Real time ray tracing is probably not going to be viable in 2019/2020 at console prices (wasn't it 3 GTX1080's that were used?) does anyone reckon that between algorithms being improved and appropriate hardware coming down in price, it may become viable for mid-generation?

Instead of resolution-boosting for the mid-gen machines they could focus on fps-boosting. ie release mid-gen hardware where the CPU is the primary upgrade.
 
Finally some confirmation Mark Cerny is still involved with the next gen, he has a knack for hardware.

I'd say it's his perspective as a developer which is more important. Sony's PlayStation machines machines increasingly became developer unfriendly until Mark Cerny was involved with Vita then PS4. But no amount of desire to be develop-freindly can produce hardware or hardware options that aren't economical. The choices of base hardware will be limited once more, more so if Sony stay with AMD.
 
Finally some confirmation Mark Cerny is still involved with the next gen, he has a knack for hardware.
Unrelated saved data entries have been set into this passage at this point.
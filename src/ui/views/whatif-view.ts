/**
 * What-if view: "how slow will this be, and what should I change?" Pick a chip description, a setup
 * and one design variable to sweep; the worker runs the core's whatIf / whatIfStepResponses and the
 * view shows the table (R, C, τ, t₉₅ with ranges, steady state) and the predicted step responses
 * overlaid, with the values (and the interpolated range) that meet a target t₉₅ highlighted.
 */
import { Chart, type ChartConfiguration, type ChartDataset } from 'chart.js';
import type { App } from '../app';
import type { Setup } from '../../core/nominal/types';
import { SWEEPABLE } from '../../core/whatif/vary';
import { pageColors, withAlpha, type ChartColors } from '../charts/theme';
import { clear, el } from '../helpers/dom';
import { COMPLIANCE_UNIT, fmt, M3S_PER_UL_MIN, PA_PER_MBAR, RESISTANCE_UNIT } from '../helpers/format';
import { EXAMPLE_CHIPS, type BundledFile } from '../whatif/examples';
import type { WhatIfView } from '../worker/whatif-protocol';
import { errorText } from '../app';
import { button, canvasBox, caution, notice, viewHead } from './common';

interface WhatIfForm {
  chip: BundledFile | null;
  setup: Setup;
  target: string;
  property: string;
  from: string;
  to: string;
  steps: string;
  list: string;
  drive: string;
  targetT95: string;
  result: WhatIfView | null;
  error: string | null;
  busy: boolean;
  runs: number;
}

/** The view's own state (one window, one form); kept outside AppState so the analysis workflow is untouched. */
export const whatIfForm: WhatIfForm = {
  chip: null, setup: 'flow-driven', target: '', property: 'length', from: '10 cm', to: '2 m', steps: '8', list: '',
  drive: '', targetT95: '', result: null, error: null, busy: false, runs: 0,
};

/** Element labels of a chip description (for the element list), in file order. */
export function elementLabels(chipText: string): string[] {
  const out: string[] = [];
  const walk = (v: unknown): void => {
    if (Array.isArray(v)) v.forEach(walk);
    else if (v && typeof v === 'object') {
      const o = v as Record<string, unknown>;
      if (typeof o.label === 'string' && typeof o.type === 'string') out.push(o.label);
      Object.values(o).forEach(walk);
    }
  };
  try {
    walk((JSON.parse(chipText) as Record<string, unknown>).path);
  } catch {
    /* the worker reports the located parse error */
  }
  return [...new Set(out)];
}

/** The sweep value as shown (SI → display units, as the CLI table). */
export function valueText(v: number | string, dimension: string): string {
  if (typeof v === 'string') return v;
  switch (dimension) {
    case 'length': return `${fmt(v * 1e3, 4)} mm`;
    case 'volume': return `${fmt(v * 1e9, 4)} µL`;
    case 'temperature': return `${fmt(v - 273.15, 4)} °C`;
    case 'pressure': return `${fmt(v / 1e6, 4)} MPa`;
    default: return fmt(v, 4);
  }
}

function varyText(f: WhatIfForm): string {
  const lhs = `${f.target}.${f.property}`;
  if (SWEEPABLE[f.property] === 'category') return `${lhs}=${f.list}`;
  return `${lhs}=${f.from}:${f.to}:${f.steps}`;
}

function chooseChip(app: App, file: BundledFile): void {
  whatIfForm.chip = file;
  whatIfForm.result = null;
  whatIfForm.error = null;
  const labels = elementLabels(file.text);
  // A sensible first sweep: the first tubing's length (the usual lever), else the trapped-air volume.
  let chip: Record<string, unknown> = {};
  try {
    chip = JSON.parse(file.text) as Record<string, unknown>;
  } catch {
    /* shown by the worker on Compute */
  }
  const tubing = JSON.stringify(chip.path ?? {}).match(/"type":"tubing","label":"([^"]+)"/)?.[1];
  if (tubing) Object.assign(whatIfForm, { target: tubing, property: 'length', from: '10 cm', to: '2 m', steps: '8' });
  else Object.assign(whatIfForm, { target: labels.includes(whatIfForm.target) ? whatIfForm.target : 'bubble', property: 'volume', from: '0 uL', to: '5 uL', steps: '6' });
  app.status(`Chip description ${file.name} loaded for what-if.`);
  app.render();
}

/** A chip description (.json) dropped while this view is shown goes to the sweep, not to the log importer. */
export function dropOnWhatIf(app: App, list: FileList): boolean {
  const file = list[0];
  if (app.state.view !== 'whatif' || list.length !== 1 || !file || !/\.json$/i.test(file.name)) return false;
  void file.text().then((text) => chooseChip(app, { name: file.name, text }));
  return true;
}
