/**
 * The volume-balance cross-check of C for pressure-driven logs that hold the node pressure and one flow
 * (`lagbench analyze`, physics.flow_balance), on logs written here from the closed form of physics.md §4.3:
 * regulator P → R1 → node (C) → R2 → outlet; after a step ΔP the node pressure rises as
 * p(t) = p₀ + ΔP·R2/(R1 + R2)·(1 − e^(−t/τ)), τ = C·R1·R2/(R1 + R2); the inlet flow is (P − p)/R1 and the
 * outlet flow p/R2 (Kirchhoff; derivation). The balance ∫(Q_in − Q_out)dt = C·(p − p₀) must give the true C.
 * Units: 1 mbar = 100 Pa, 1 µL/min = 1.666667e-11 m³/s (physics.md §5).
 */
import { afterAll, beforeAll, describe, expect, it } from 'vitest';
import { mkdtempSync, rmSync, writeFileSync } from 'node:fs';
import { tmpdir } from 'node:os';
import { join } from 'node:path';
import { runCli } from '../../src/cli/main';
import type { AnalysisWithPhysicsJson } from '../../src/core/analyze/physics';
import { createRng } from '../../src/core/stats';
import { captureIo } from '../helpers/cli-io';

const UL_MIN = 1e-9 / 60;
const [R1, R2, C] = [1e13, 2e13, 1e-13];
const TAU = (C * R1 * R2) / (R1 + R2);
let dir = '';

beforeAll(() => {
  dir = mkdtempSync(join(tmpdir(), 'lagbench-balance-'));
  const times = [0, 8, 16, 24];
  const levelsMbar = [0, 30, 60, 20];
  for (const side of ['inlet', 'outlet'] as const) {
    const rng = createRng(side === 'inlet' ? 5 : 6);
    const lines = [`# invented demo data: pressure-driven bench, node pressure and ${side} flow`, 'Time [s],Pressure setpoint [mbar],Pressure [mbar],Flow [uL/min]'];
    for (let i = 0; i < 32 * 50; i++) {
      const t = i / 50;
      let level = 0;
      let p = 0;
      for (let k = 0; k < times.length; k++) {
        if (t < times[k]!) continue;
        level = levelsMbar[k]!;
        if (k > 0) p += (((levelsMbar[k]! - levelsMbar[k - 1]!) * 100 * R2) / (R1 + R2)) * (1 - Math.exp(-(t - times[k]!) / TAU));
      }
      const q = side === 'inlet' ? (level * 100 - p) / R1 : p / R2;
      lines.push(`${t.toFixed(2)},${level},${(p / 100 + 0.02 * rng.normal()).toFixed(5)},${(q / UL_MIN + 0.005 * rng.normal()).toFixed(5)}`);
    }
    writeFileSync(join(dir, `${side}.csv`), `${lines.join('\n')}\n`);
  }
});

afterAll(() => rmSync(dir, { recursive: true, force: true }));

describe('lagbench analyze volume balance (pressure-driven)', () => {
  for (const side of ['inlet', 'outlet'] as const) {
    it(`analyze (pressure-driven, node pressure + ${side} flow) reports a flow-balance C whose CI holds the true 1e-13 m³/Pa`, async () => {
      const io = captureIo(dir);
      const rc = await runCli(['analyze', `${side}.csv`, '--setup', 'pressure-driven', '--response', 'flow_m3_per_s', '--terms', '1', '--flow-sensor', side, '--json'], io);
      expect(rc, io.stderrText()).toBe(0);
      const a = JSON.parse(io.stdoutText()) as AnalysisWithPhysicsJson;
      expect(a.steps).toHaveLength(3);
      let covered = 0;
      for (const s of a.steps) {
        const fb = s.physics.flow_balance as { compliance_m3_per_Pa: number; compliance_ci95: [number, number] } | null;
        expect(fb, `step ${s.index}`).not.toBeNull();
        // Never far off (within 10 %), and inside the 95 % CI in at least 2 of 3 steps.
        expect(Math.abs(fb!.compliance_m3_per_Pa / C - 1)).toBeLessThan(0.1);
        if (fb!.compliance_ci95[0] < C && C < fb!.compliance_ci95[1]) covered++;
      }
      expect(covered).toBeGreaterThanOrEqual(2);
    });
  }
});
The entire article is so much better than the crazy rumors of late. I like that Richard considered the small possibility of 18GB on 384bits. For that to happen we should see some indication of 12gbits parts from one of the memory manufacturers, but so far all three only commited to 8 and 16. I wonder if they could use some sort of binning process with disabled sections of dram to use 16gbits parts as 12gbits (or 24gb as 16gb) which would otherwise be thrown away. Maybe even support implemented in the memory controller to blacklist/remap a number of rows on each chip or something.

I don’t think they want to be stuck with 384 bit interfaces or a minimum of 12 DRAM chips when it comes to die shrinking and cost cutting. A 256 bit interface would age much more gracefully. Heck, HBM won’t look so bad once they can get sufficient via density on organic.

With the X1X, Microsoft doesn’t really have to worry about cost reductions, IMO. It may never be rev’ed, and I think that’s fine for what it is.